_The problem_
Give the records once more, exactly as they stand.

(Stored data)
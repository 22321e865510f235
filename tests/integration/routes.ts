// Every route the app serves, read from the route files themselves, with the least role each needs
// (tests/integration/policy/*.ts) and a way to fill in its id segments. Shared by the role matrix and
// the workspace-isolation test, so a new route is covered by both as soon as it has a policy entry.
import type { Db } from '../../src/lib/server/db/create-db';
import type { teamFixture } from './fixtures';
import type { Need } from './policy/types';

export type Team = Awaited<ReturnType<typeof teamFixture>>;

type PolicyModule = {
	policy: Record<string, Need>;
	/** Creates the feature's records in the team workspace; returns ids by URL segment (e.g. { studies: id }). */
	seed?: (db: Db, fx: Team) => Promise<Record<string, string>>;
};
const policyModules = Object.values(import.meta.glob<PolicyModule>('./policy/*.ts', { eager: true })).filter((m) => m.policy);

/** `${routeId} ${GET|POST|PATCH|DELETE|?/action}` -> the least role allowed. */
export const POLICY: Record<string, Need> = Object.assign({}, ...policyModules.map((m) => m.policy));

/** Seeds every feature's records in the team workspace and returns the id for each URL segment. */
export async function seedAll(db: Db, fx: Team): Promise<Record<string, string>> {
	const ids: Record<string, string> = { molecules: fx.molecule.id, polymorphs: fx.polymorph.id };
	for (const m of policyModules) if (m.seed) Object.assign(ids, await m.seed(db, fx));
	return ids;
}

const serverModules = import.meta.glob(['/src/routes/**/+page.server.ts', '/src/routes/**/+server.ts']);
const pageFiles = Object.keys(import.meta.glob('/src/routes/**/+page.svelte'));
const routeIdOf = (file: string) => file.replace(/^\/src\/routes/, '').replace(/\/\+[^/]+$/, '') || '/';

/** Every (route, method or action) the app serves, read from its route modules. */
export async function discoverRoutes(): Promise<string[]> {
	const found = new Set<string>();
	for (const [file, load] of Object.entries(serverModules)) {
		const id = routeIdOf(file);
		const mod = (await load()) as Record<string, unknown>;
		if (file.endsWith('+server.ts')) {
			for (const m of ['GET', 'POST', 'PUT', 'PATCH', 'DELETE']) if (m in mod) found.add(`${id} ${m}`);
		} else {
			found.add(`${id} GET`);
			for (const a of Object.keys((mod.actions as object) ?? {})) found.add(`${id} ?/${a}`);
		}
	}
	for (const f of pageFiles) found.add(`${routeIdOf(f)} GET`);
	return [...found].sort();
}

/** True when the route has an id segment besides the workspace (a record of some type). */
export const hasRecordId = (routeId: string) => /\/[\w-]+\/\[\w+=uuid\]/.test(routeId.replace('[ws=uuid]', ''));

/**
 * The URL of a route id in workspace `ws`, each `<segment>/[param=uuid]` taking the id seeded for that
 * segment; a seeded key with two segments (`reruns/outputs`) wins over the last segment alone.
 */
export function urlFor(routeId: string, ws: string, ids: Record<string, string>): string {
	let scoped = routeId;
	for (const [k, v] of Object.entries(ids)) if (k.includes('/')) scoped = scoped.replace(new RegExp(`${k}/\\[\\w+=uuid\\]`), `${k}/${v}`);
	const path = scoped
		.replace(/\/\([^)]+\)/g, '')
		.replace('[ws=uuid]', ws)
		.replace(/([\w-]+)\/\[\w+=uuid\]/g, (whole, segment: string) => {
			if (!ids[segment]) throw new Error(`no id seeded for ${whole}: export a seed() from the feature's policy file`);
			return `${segment}/${ids[segment]}`;
		})
		.replace('[token]', 'not-a-real-token');
	return path || '/';
}

/** SvelteKit posts a page's default action to the page URL itself. */
export const actionUrl = (url: string, name: string) => (name === 'default' ? url : `${url}?/${name}`);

_Written answer_
repository 22321e865510f235
filename tests/integration/routes.ts
// Every route the app serves, read from the route files themselves, with the least role each needs
// (tests/integration/policy/*.ts) and a way to fill in its id segments. Shared by the role matrix and
// the workspace-isolation test, so a new route is covered by both as soon as it has a policy entry.
import type { Db } from '../../src/lib/server/db/create-db';
import type { teamFixture } from './fixtures';
import type { Need } from './policy/types';

export type Team = Awaited<ReturnType<typeof teamFixture>>;

type PolicyModule = {
	policy: Record<string, Need>;
	/** Creates the feature's records in the team workspace; returns ids by URL segment (e.g. { studies: id }). */
	seed?: (db: Db, fx: Team) => Promise<Record<string, string>>;
};
const policyModules = Object.values(import.meta.glob<PolicyModule>('./policy/*.ts', { eager: true })).filter((m) => m.policy);

/** `${routeId} ${GET|POST|PATCH|DELETE|?/action}` -> the least role allowed. */
export const POLICY: Record<string, Need> = Object.assign({}, ...policyModules.map((m) => m.policy));

/** Seeds every feature's records in the team workspace and returns the id for each URL segment. */
export async function seedAll(db: Db, fx: Team): Promise<Record<string, string>> {
	const ids: Record<string, string> = { molecules: fx.molecule.id, polymorphs: fx.polymorph.id };
	for (const m of policyModules) if (m.seed) Object.assign(ids, await m.seed(db, fx));
	return ids;
}

const serverModules = import.meta.glob(['/src/routes/**/+page.server.ts', '/src/routes/**/+server.ts']);
const pageFiles = Object.keys(import.meta.glob('/src/routes/**/+page.svelte'));
const routeIdOf = (file: string) => file.replace(/^\/src\/routes/, '').replace(/\/\+[^/]+$/, '') || '/';

/** Every (route, method or action) the app serves, read from its route modules. */
export async function discoverRoutes(): Promise<string[]> {
	const found = new Set<string>();
	for (const [file, load] of Object.entries(serverModules)) {
		const id = routeIdOf(file);
		const mod = (await load()) as Record<string, unknown>;
		if (file.endsWith('+server.ts')) {
			for (const m of ['GET', 'POST', 'PUT', 'PATCH', 'DELETE']) if (m in mod) found.add(`${id} ${m}`);
		} else {
			found.add(`${id} GET`);
			for (const a of Object.keys((mod.actions as object) ?? {})) found.add(`${id} ?/${a}`);
		}
	}
	for (const f of pageFiles) found.add(`${routeIdOf(f)} GET`);
	return [...found].sort();
}

/** True when the route has an id segment besides the workspace (a record of some type). */
export const hasRecordId = (routeId: string) => /\/[\w-]+\/\[\w+=uuid\]/.test(routeId.replace('[ws=uuid]', ''));

/**
 * The URL of a route id in workspace `ws`, each `<segment>/[param=uuid]` taking the id seeded for that
 * segment; a seeded key with two segments (`reruns/outputs`) wins over the last segment alone.
 */
export function urlFor(routeId: string, ws: string, ids: Record<string, string>): string {
	let scoped = routeId;
	for (const [k, v] of Object.entries(ids)) if (k.includes('/')) scoped = scoped.replace(new RegExp(`${k}/\\[\\w+=uuid\\]`), `${k}/${v}`);
	const path = scoped
		.replace(/\/\([^)]+\)/g, '')
		.replace('[ws=uuid]', ws)
		.replace(/([\w-]+)\/\[\w+=uuid\]/g, (whole, segment: string) => {
			if (!ids[segment]) throw new Error(`no id seeded for ${whole}: export a seed() from the feature's policy file`);
			return `${segment}/${ids[segment]}`;
		})
		.replace('[token]', 'not-a-real-token');
	return path || '/';
}

/** SvelteKit posts a page's default action to the page URL itself. */
export const actionUrl = (url: string, name: string) => (name === 'default' ? url : `${url}?/${name}`);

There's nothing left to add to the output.